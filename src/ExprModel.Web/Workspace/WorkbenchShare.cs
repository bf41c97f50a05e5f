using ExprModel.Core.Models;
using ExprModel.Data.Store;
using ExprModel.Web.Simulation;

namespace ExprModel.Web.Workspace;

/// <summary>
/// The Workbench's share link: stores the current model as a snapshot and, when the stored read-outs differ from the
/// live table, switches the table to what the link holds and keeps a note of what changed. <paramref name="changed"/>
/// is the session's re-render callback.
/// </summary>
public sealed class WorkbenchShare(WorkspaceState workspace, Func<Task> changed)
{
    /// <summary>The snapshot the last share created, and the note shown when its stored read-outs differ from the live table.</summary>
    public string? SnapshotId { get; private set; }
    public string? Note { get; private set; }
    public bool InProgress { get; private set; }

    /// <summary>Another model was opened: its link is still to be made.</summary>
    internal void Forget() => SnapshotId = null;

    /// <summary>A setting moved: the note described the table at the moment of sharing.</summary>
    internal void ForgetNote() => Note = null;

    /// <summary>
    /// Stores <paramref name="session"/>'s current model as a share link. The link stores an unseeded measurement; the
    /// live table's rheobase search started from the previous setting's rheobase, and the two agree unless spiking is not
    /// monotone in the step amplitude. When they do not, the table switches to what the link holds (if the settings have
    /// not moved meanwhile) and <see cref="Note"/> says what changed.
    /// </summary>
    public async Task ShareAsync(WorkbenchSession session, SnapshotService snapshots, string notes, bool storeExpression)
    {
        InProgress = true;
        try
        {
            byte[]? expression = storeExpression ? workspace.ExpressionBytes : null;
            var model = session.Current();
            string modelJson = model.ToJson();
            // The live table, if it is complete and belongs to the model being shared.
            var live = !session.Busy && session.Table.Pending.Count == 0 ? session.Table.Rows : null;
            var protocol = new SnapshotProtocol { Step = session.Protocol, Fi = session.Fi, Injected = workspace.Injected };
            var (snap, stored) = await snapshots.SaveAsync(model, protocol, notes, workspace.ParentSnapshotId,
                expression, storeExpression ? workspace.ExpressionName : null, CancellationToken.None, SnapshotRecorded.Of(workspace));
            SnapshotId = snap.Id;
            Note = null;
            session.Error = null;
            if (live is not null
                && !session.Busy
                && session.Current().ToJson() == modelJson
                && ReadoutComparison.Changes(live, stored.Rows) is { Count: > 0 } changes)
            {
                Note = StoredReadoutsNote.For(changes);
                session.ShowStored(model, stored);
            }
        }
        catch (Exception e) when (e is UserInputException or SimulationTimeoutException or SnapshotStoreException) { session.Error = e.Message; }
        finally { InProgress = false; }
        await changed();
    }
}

==

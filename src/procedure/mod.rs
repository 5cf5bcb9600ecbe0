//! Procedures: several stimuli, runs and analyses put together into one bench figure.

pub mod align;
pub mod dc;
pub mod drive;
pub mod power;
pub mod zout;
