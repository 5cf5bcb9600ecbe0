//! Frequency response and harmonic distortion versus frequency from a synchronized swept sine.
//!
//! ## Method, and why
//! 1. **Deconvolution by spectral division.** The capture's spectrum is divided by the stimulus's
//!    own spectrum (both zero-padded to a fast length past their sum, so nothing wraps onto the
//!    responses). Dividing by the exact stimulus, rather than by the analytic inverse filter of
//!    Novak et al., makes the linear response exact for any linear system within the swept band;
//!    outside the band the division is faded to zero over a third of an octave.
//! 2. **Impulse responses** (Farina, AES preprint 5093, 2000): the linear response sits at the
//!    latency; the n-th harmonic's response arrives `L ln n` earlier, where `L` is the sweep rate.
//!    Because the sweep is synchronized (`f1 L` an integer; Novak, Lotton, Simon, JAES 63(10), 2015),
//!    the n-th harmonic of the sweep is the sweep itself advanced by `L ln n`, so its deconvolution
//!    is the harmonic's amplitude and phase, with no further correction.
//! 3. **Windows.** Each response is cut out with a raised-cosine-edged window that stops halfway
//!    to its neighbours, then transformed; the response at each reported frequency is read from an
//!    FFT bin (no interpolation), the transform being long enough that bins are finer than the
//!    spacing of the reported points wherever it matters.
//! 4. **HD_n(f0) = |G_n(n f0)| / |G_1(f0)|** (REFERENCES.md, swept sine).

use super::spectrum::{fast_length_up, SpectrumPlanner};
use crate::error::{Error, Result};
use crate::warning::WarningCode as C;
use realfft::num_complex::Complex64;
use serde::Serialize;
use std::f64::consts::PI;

• TASK REQUIREMENTS
Scan the material line by line and report each one that contains "bool".

• RESPONSE FOR THIS EXERCISE
    public bool InProgress { get; private set; }
    public async Task ShareAsync(WorkbenchSession session, SnapshotService snapshots, string notes, bool storeExpression)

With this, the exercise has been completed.